Saved entries:
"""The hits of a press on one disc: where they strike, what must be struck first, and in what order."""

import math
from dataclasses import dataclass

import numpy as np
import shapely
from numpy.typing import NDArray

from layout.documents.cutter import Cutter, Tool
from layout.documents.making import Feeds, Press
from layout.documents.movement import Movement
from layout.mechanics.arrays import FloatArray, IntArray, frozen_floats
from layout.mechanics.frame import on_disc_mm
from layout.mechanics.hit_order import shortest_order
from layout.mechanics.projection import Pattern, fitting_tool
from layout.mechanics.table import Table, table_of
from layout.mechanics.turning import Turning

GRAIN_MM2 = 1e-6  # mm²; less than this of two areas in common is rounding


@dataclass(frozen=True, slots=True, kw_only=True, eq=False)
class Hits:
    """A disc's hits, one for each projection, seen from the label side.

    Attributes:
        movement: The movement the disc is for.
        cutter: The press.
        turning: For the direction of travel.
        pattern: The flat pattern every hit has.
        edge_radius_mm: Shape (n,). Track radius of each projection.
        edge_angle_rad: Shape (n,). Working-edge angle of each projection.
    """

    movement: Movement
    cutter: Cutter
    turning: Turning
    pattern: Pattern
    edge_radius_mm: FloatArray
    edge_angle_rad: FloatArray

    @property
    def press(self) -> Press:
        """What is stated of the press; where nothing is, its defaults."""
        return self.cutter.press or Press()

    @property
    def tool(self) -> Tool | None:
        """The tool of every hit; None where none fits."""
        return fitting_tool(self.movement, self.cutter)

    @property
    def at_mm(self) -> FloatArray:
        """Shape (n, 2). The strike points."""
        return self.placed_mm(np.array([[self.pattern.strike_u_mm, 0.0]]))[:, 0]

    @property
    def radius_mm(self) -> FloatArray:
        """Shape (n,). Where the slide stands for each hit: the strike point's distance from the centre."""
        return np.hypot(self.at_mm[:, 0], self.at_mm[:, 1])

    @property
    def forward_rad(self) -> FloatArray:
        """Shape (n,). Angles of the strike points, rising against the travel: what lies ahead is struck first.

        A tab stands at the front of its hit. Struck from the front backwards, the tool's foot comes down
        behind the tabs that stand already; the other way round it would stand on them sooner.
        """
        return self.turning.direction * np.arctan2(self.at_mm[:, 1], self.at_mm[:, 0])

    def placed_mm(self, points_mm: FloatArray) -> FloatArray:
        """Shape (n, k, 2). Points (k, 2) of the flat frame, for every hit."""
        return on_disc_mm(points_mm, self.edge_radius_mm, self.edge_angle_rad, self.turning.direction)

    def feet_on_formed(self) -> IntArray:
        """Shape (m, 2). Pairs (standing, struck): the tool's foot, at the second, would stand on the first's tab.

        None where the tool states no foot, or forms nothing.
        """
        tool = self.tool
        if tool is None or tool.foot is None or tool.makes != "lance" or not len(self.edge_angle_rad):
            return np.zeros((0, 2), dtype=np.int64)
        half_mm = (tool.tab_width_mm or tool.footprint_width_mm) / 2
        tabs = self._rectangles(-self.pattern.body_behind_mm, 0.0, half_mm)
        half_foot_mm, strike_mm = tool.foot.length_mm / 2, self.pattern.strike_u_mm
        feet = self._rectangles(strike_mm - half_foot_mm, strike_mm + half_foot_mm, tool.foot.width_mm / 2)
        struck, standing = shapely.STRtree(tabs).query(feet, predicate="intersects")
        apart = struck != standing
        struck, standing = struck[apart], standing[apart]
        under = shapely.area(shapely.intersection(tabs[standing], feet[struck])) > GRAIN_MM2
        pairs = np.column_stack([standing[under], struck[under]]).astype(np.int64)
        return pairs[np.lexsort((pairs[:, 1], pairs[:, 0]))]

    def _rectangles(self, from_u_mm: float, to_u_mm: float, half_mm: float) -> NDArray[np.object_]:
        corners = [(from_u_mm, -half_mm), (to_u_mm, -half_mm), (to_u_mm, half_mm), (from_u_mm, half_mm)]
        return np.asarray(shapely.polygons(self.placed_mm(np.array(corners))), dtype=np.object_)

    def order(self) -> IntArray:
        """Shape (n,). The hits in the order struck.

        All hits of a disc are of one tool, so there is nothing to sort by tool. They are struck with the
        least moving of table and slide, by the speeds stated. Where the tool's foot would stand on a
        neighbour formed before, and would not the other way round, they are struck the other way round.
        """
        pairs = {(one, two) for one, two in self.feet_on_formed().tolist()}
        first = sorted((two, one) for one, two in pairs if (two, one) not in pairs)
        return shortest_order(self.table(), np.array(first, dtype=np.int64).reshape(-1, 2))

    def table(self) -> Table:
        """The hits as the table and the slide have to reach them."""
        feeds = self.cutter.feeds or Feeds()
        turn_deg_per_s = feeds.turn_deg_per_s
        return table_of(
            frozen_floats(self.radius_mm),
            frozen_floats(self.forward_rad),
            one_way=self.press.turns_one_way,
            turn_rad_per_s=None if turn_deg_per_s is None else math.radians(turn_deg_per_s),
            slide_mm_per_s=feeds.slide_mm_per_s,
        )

* * *

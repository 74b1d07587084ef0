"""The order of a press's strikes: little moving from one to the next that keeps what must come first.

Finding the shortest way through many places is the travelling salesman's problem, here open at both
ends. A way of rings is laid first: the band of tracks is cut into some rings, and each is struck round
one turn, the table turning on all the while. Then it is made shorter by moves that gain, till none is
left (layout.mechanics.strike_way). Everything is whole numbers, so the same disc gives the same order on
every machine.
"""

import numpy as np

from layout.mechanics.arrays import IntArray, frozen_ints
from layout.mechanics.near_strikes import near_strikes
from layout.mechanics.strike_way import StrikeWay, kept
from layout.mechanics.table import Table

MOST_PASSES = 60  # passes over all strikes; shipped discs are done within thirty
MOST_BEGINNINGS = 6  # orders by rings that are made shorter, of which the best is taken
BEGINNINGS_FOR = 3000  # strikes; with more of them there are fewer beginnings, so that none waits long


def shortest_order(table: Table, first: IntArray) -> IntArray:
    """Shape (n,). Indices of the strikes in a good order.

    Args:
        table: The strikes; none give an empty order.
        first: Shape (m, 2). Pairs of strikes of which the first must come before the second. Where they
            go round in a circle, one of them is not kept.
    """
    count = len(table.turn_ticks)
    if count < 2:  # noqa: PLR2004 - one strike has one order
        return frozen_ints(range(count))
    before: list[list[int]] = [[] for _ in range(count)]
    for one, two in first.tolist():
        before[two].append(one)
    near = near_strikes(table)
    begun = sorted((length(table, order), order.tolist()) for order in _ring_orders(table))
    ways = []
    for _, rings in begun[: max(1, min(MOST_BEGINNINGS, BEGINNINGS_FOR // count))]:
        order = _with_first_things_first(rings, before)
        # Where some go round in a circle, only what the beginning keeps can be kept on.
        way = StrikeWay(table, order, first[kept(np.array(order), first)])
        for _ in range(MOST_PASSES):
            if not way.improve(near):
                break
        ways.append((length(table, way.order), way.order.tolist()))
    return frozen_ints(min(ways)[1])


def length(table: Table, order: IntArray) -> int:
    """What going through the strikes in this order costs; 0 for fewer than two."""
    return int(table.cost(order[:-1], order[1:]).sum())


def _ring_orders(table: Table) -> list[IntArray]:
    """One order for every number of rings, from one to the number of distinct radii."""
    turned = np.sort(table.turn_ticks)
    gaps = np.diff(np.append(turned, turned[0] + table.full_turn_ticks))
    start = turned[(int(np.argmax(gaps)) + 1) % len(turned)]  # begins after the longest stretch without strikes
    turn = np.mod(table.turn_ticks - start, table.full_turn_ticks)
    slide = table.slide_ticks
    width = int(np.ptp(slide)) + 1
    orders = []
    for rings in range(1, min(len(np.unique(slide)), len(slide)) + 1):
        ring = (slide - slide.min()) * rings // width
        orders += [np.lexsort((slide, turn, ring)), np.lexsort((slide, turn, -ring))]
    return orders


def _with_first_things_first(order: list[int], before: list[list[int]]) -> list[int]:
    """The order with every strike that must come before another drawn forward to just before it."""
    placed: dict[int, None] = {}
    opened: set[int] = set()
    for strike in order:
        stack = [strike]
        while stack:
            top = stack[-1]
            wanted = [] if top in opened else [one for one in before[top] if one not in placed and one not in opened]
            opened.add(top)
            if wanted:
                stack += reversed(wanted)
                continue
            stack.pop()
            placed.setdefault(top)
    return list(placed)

---

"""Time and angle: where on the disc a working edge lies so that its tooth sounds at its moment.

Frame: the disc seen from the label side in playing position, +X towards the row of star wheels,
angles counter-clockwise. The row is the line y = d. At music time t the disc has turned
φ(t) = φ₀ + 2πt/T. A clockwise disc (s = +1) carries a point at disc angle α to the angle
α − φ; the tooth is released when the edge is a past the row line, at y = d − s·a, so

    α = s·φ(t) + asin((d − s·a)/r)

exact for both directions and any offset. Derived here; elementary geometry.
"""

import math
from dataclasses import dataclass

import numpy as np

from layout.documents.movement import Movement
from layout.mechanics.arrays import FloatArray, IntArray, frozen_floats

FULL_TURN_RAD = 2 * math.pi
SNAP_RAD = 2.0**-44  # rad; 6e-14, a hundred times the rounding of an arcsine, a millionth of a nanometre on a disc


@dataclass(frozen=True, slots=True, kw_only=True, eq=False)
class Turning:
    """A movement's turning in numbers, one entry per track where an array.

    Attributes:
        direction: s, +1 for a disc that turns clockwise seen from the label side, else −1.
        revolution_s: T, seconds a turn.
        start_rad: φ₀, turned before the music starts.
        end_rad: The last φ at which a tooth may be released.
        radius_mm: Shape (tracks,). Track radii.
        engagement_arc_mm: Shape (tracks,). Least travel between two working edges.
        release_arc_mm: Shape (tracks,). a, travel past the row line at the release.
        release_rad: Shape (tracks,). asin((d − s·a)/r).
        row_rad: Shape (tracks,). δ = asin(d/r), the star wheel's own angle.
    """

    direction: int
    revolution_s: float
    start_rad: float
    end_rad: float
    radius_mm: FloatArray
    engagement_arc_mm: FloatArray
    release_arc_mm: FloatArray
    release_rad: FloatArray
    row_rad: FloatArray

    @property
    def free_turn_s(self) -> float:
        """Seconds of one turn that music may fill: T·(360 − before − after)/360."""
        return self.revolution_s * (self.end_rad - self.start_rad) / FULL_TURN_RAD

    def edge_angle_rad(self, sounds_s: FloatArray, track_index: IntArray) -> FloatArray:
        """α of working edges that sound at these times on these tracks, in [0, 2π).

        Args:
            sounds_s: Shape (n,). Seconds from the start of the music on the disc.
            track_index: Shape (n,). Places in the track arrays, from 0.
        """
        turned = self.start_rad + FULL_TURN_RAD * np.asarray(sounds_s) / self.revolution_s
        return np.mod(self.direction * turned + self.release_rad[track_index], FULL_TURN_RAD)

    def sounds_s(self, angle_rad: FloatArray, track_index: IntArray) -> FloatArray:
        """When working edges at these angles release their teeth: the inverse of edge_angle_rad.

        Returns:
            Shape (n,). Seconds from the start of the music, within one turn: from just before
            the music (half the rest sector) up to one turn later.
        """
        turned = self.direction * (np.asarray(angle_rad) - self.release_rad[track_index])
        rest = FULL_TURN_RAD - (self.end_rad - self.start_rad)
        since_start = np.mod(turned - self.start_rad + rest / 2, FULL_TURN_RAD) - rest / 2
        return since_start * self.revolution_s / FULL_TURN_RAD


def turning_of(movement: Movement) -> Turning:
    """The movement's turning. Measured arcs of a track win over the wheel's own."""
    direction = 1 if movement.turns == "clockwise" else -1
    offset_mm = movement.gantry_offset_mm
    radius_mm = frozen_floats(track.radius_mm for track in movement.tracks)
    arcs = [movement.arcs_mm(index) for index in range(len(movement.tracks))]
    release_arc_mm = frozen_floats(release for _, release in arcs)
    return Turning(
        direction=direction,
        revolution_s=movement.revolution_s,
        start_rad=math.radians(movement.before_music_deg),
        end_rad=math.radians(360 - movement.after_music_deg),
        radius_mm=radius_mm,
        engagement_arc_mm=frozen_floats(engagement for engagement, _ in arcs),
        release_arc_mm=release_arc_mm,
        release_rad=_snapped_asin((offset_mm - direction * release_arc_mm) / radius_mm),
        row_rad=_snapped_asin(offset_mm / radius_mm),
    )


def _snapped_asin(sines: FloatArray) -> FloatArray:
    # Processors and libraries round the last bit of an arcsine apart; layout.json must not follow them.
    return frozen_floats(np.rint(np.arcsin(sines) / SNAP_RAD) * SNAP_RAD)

#### ACTIVITY
Retype only this portion of the data above: the line containing "press on one", the line containing "cutter: The press.", and all lines between them, exactly.

#### SOLUTION TO THIS EXERCISE
"""The hits of a press on one disc: where they strike, what must be struck first, and in what order."""

import math
from dataclasses import dataclass

import numpy as np
import shapely
from numpy.typing import NDArray

from layout.documents.cutter import Cutter, Tool
from layout.documents.making import Feeds, Press
from layout.documents.movement import Movement
from layout.mechanics.arrays import FloatArray, IntArray, frozen_floats
from layout.mechanics.frame import on_disc_mm
from layout.mechanics.hit_order import shortest_order
from layout.mechanics.projection import Pattern, fitting_tool
from layout.mechanics.table import Table, table_of
from layout.mechanics.turning import Turning

GRAIN_MM2 = 1e-6  # mm²; less than this of two areas in common is rounding


@dataclass(frozen=True, slots=True, kw_only=True, eq=False)
class Hits:
    """A disc's hits, one for each projection, seen from the label side.

    Attributes:
        movement: The movement the disc is for.
        cutter: The press.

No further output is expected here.